Intercept the proposed action
The agent calls Sentra through the SDK before executing any tool call. The dashboard is one consumer of the audit log; the SDK is the integration surface.
Infrastructure · Sentra
Drop-in Python SDK that evaluates every proposed action against deterministic policy and cumulative session risk before tool execution. Allow, block, or three-strike shutdown. Model-agnostic by design.
01 · What it does
Autonomous agents now take consequential actions: sending notifications, modifying records, approving payments, triggering workflows. Once an agent decides to act, the action usually runs. If the agent is wrong, the damage is already done.
Sentra inverts that flow. Every proposed action is evaluated against a deterministic policy ruleset and a running cumulative-risk total before tool execution. Allowed actions add to the running total. Blocked actions return a structured reason the agent can act on. Three blocked attempts in one session shut the agent down until an operator resets it.

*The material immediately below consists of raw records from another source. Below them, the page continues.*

"""`brakeheat compare`: baseline first, a no-op variant reproduces it exactly, a real change moves peaks."""
from __future__ import annotations

import json

import pytest

from thermo.studies.compare import variant_overrides
from thermo.scenario.overrides import parse_override
from conftest import SHRINK, SMALL, cli


def test_variants_listed_baseline_first(comparison):
    assert [v["name"] for v in comparison["variants"]] == ["baseline", "same", "bigger_duct"]
    assert [c["name"] for c in comparison["changes"]] == ["same", "bigger_duct"]
    for variant in comparison["variants"]:
        assert [c["name"] for c in variant["corners"]] == ["front", "rear"]
        for corner in variant["corners"]:
            assert {"peak_c", "peak_time_s", "checks", "energy"} <= set(corner)   # as in run --json
            assert abs(corner["energy"]["balance_rel_error"]) < 1e-5


def test_variant_equal_to_baseline_reproduces_it_exactly(comparison):
    base, same = comparison["variants"][0], comparison["variants"][1]
    # small.toml has pad_mu = 0.50 for the front: the override changes nothing, so nothing may change
    assert same["corners"] == base["corners"]
    for corner in comparison["changes"][0]["corners"]:
        assert set(corner["peak_change_k"].values()) == {0.0}
        assert set(corner["margin_change_k"].values()) == {0.0}


def test_bigger_front_duct_cools_the_front_only(comparison):
    base, duct = comparison["variants"][0], comparison["variants"][2]
    front_b, front_d = base["corners"][0], duct["corners"][0]
    # physical invariant (CONVENTIONS.md): more cooling never raises a peak
    for node in ("disc", "pad", "fluid", "caliper", "bearing"):
        assert front_d["peak_c"][node] <= front_b["peak_c"][node] + 0.01, node
    assert front_d["peak_c"]["disc"] < front_b["peak_c"]["disc"] - 1.0     # and twice the duct does something
    assert duct["corners"][1] == base["corners"][1]                         # the rear corner is untouched
    change = comparison["changes"][1]["corners"][0]
    for node, delta in change["peak_change_k"].items():
        assert delta == pytest.approx(front_d["peak_c"][node] - front_b["peak_c"][node], abs=0.011)
    for check_b, check_d in zip(front_b["checks"], front_d["checks"]):
        assert change["margin_change_k"][check_b["name"]] == pytest.approx(check_d["margin_k"] - check_b["margin_k"], abs=0.011)


def test_variant_selection_and_replacement():
    raw = {"variants": {"vented": {"corners.front.piston.type": "vented"}, "ti": {"corners.front.piston.material": "x"}}}
    cli_variants = [["ti", "corners.front.piston.material=titanium_6al_4v"], ["duct", "corners.front.ducts.main.inlet_area_mm2=1"]]
    all_ = variant_overrides(raw, cli_variants, None, "s.toml")
    assert [n for n, _ in all_] == ["vented", "ti", "duct"]       # scenario ones first; the CLI 'ti' replaces the file's
    assert dict(all_)["ti"] == [parse_override("corners.front.piston.material=titanium_6al_4v")]
    only = variant_overrides(raw, cli_variants, ["duct", "vented"], "s.toml")
    assert [n for n, _ in only] == ["vented", "duct"]


def test_only_selects_through_the_cli():
    code, out, err = cli(["compare", SMALL, "--json", "--quiet", *SHRINK, "--set", "plan.phases.5.duration_s=5",
                          "--variant", "a", "corners.rear.pad_mu=0.4", "--variant", "b", "corners.rear.pad_mu=0.45",
                          "--only", "b"])
    assert code == 0, err
    data = json.loads(out)
    assert [v["name"] for v in data["variants"]] == ["baseline", "b"]
    assert data["variants"][0]["corners"][0]["name"] == "front"


# issue 16: caliper swaps. small.toml with hydraulic bias (invented master cylinders) and a variant
# with bigger front pistons, which moves the front share of the brake torque
HYDRAULIC = ["--set", "brakes.bias=hydraulic", "--set", "brakes.master_cylinder_front_mm=19.05",
             "--set", "brakes.master_cylinder_rear_mm=22.2", "--set", "brakes.balance_bar_front_share=0.55"]
SWAP = ["--variant", "big_front_pistons", "corners.front.piston.diameters_mm=[36, 40, 42]"]


@pytest.mark.parametrize("how, key", [("balance_bar", "brakes.balance_bar_front_share"),
                                      ("rear_master_cylinder", "brakes.master_cylinder_rear_mm")])
def test_keep_bias_holds_the_front_share_within_a_tenth_of_a_point(how, key):
    code, out, err = cli(["compare", str(SMALL), *SHRINK, *HYDRAULIC, *SWAP, "--only", "big_front_pistons",
                          "--keep-bias", how, "--json", "--quiet"])
    assert code == 0, err
    data = json.loads(out)
    base, swap = (v["hydraulics"] for v in data["variants"])
    assert abs(swap["front_share"] - base["front_share"]) * 100 < 0.1
    change = data["changes"][0]
    assert change["rebalanced"]["key"] == key and change["rebalanced"]["from"] != change["rebalanced"]["to"]
    # the caliper swap itself still shows: more clamp force and more fluid per mm at the front
    front = change["hydraulics"]["corners"]["front"]
    assert front["clamp_force_n_per_bar"] > 0 and front["fluid_displacement_cm3_per_mm"] > 0
    assert "warning" not in err


def test_a_caliper_swap_that_moves_the_bias_is_named_without_keep_bias():
    code, out, err = cli(["compare", str(SMALL), *SHRINK, *HYDRAULIC, *SWAP, "--only", "big_front_pistons",
                          "--json", "--quiet"])
    assert code == 0, err
    data = json.loads(out)
    moved = data["changes"][0]["hydraulics"]["front_share_change_points"]
    assert moved > 1.0 and data["changes"][0]["rebalanced"] is None
    assert "variant 'big_front_pistons' moves the front share" in err and "--keep-bias" in err


def test_keep_bias_needs_hydraulic_bias():
    code, _, err = cli(["compare", str(SMALL), *SHRINK, *SWAP, "--keep-bias", "balance_bar", "--json"])
    assert code == 1 and "bias = \"hydraulic\"" in err and len(err.strip().splitlines()) == 1


def test_compare_out_writes_report_html(tmp_path):
    from html.parser import HTMLParser

    from thermo.output.manifest import verify_manifest
    name = "cool <b>duct</b>"
    code, out, err = cli(["compare", SMALL, "--quiet", *SHRINK, "--variant", name,
                          "corners.front.ducts.main.inlet_area_mm2=18000", "--out", tmp_path])
    assert code == 0, err
    assert verify_manifest(tmp_path) == [] and "report.html" in out
    page = (tmp_path / "report.html").read_text(encoding="utf-8")
    tags = []
    parser = HTMLParser()
    parser.handle_starttag = lambda tag, attrs: tags.append(tag)
    parser.feed(page)
    assert page.startswith("<!DOCTYPE html>") and "b" not in tags and "script" not in tags
    assert "cool &lt;b&gt;duct&lt;/b&gt;" in page
    # the margin gained on the front fluid check is the one compare --json reports in comparison.json
    data = json.loads((tmp_path / "comparison.json").read_text(encoding="utf-8"))
    gain = data["changes"][0]["corners"][0]["margin_change_k"]["fluid_boiling_dry"]
    assert f"<td>fluid_boiling_dry</td><td>fluid_at_piston</td><td class=\"num\">{gain:+.1f}</td>" in page


def test_demo_compare_runs_the_demos_variants(tmp_path):
    # demo --compare once failed on options only `compare` defines (--keep-bias); a shortened demo
    import tomllib

    from thermo.cli.options import demo_scenario_path
    short = ["--set", "plan.phases.2.count=2", "--set", "plan.phases.4.count=1", "--set", "plan.phases.8.count=2"]
    code, out, err = cli(["demo", "--compare", "--json", "--quiet", *short])
    assert code == 0, err
    declared = tomllib.loads(demo_scenario_path().read_text(encoding="utf-8"))["variants"]
    assert [v["name"] for v in json.loads(out)["variants"]] == ["baseline", *declared]


def test_compare_with_corners_side_by_side_gives_the_same_comparison(comparison):
    # the session's comparison solved each run's corners one after another (the default); side by
    # side they must give the same numbers
    code, out, err = cli(["compare", SMALL, "--json", "--quiet", *SHRINK, "--threads", "2",
                          "--variant", "same", "corners.front.pad_mu=0.5",
                          "--variant", "bigger_duct", "corners.front.ducts.main.inlet_area_mm2=18000"])
    assert code == 0, err
    assert json.loads(out) == comparison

The dashboard you can see in the live demo is one consumer
of Sentra's audit log. The actual product is a one-file
Python sdk/client.py that drops into any
project, plus the control plane it talks to. No LLM SDKs
are imported on the control side, so the same Sentra
instance gates an Anthropic agent, an OpenAI agent, an
IBM watsonx agent, or a mixed stack. The control plane
sees structured action descriptions, never the model.
02 · How it works
The agent calls Sentra through the SDK before executing any tool call. The dashboard is one consumer of the audit log; the SDK is the integration surface.
Deterministic rules check the proposed action. Cumulative session risk is tracked across the run. No LLM is in the evaluation loop, so decisions are reproducible and auditable.
Allowed actions execute and add to cumulative risk. Blocked actions return a structured reason. Three blocked attempts in one session shuts the agent down until an operator resets it.
03 · IBM SkillsBuild
Sentra was built and demonstrated as part of the IBM SkillsBuild AI Experiential Learning Lab. The lab pairs the control layer with a companion project, autonomous-claims-workflow: a multi-agent public-benefits system running on IBM watsonx.ai with Granite models. Three agents (Intake, Eligibility, Communications) collaborate to process a $5,000 unemployment-relief claim end to end.
The workflow intentionally demonstrates the kind of failure Sentra exists to catch: an applicant submits a claim without proof of termination, the agent pipeline still proposes an approval action, and without a control layer the system would send the approval email unverified. With Sentra integrated at the tool-execution boundary, the action is blocked before it reaches the email service. Two repos, one paired story.
Mentor feedback
"Amazing idea implementation. Good job, and great work on the project."Lauren Turney · Mentor, IBM SkillsBuild AI Experiential Learning Lab
04 · Live
Two paired surfaces. The control layer with its observability dashboard, and the multi-agent claims workflow it gates.
Real-time view of agent traffic, policy fires, blocks, retries, three-strike shutdowns, and the audit log behind them.
The IBM watsonx.ai multi-agent system Sentra gates. Three recorded scenarios end to end: a valid claim, an unsafe approval attempt blocked by Sentra, and an authority-drift case.
Three-minute YouTube walkthrough covering the claims workflow and Sentra's runtime control layer evaluating its actions.
05 · Behind the demo
Policies are deterministic, not probabilistic. A rule either matches or it doesn't. The choice is intentional: every audit-log entry has to be reviewable by a human who didn't run the session, which means evaluation has to be explainable in linear time and not require re-running the model.
Cumulative risk is a per-session running total. A single borderline action does not shut the agent down. A pattern of borderline actions does. The three-strike threshold is configurable, but the underlying risk model is the non-negotiable part: blocked attempts count toward shutdown even when they don't apply risk to the running total. Unsafe intent is the signal, not just unsafe effect.
Model-agnostic: Sentra wraps the agent's tool-call interface, not the model. The companion claims workflow uses IBM Granite via watsonx.ai. The same Sentra binary would gate an Anthropic agent, an OpenAI agent, or any mix. Adopters can change foundation models without touching the control layer.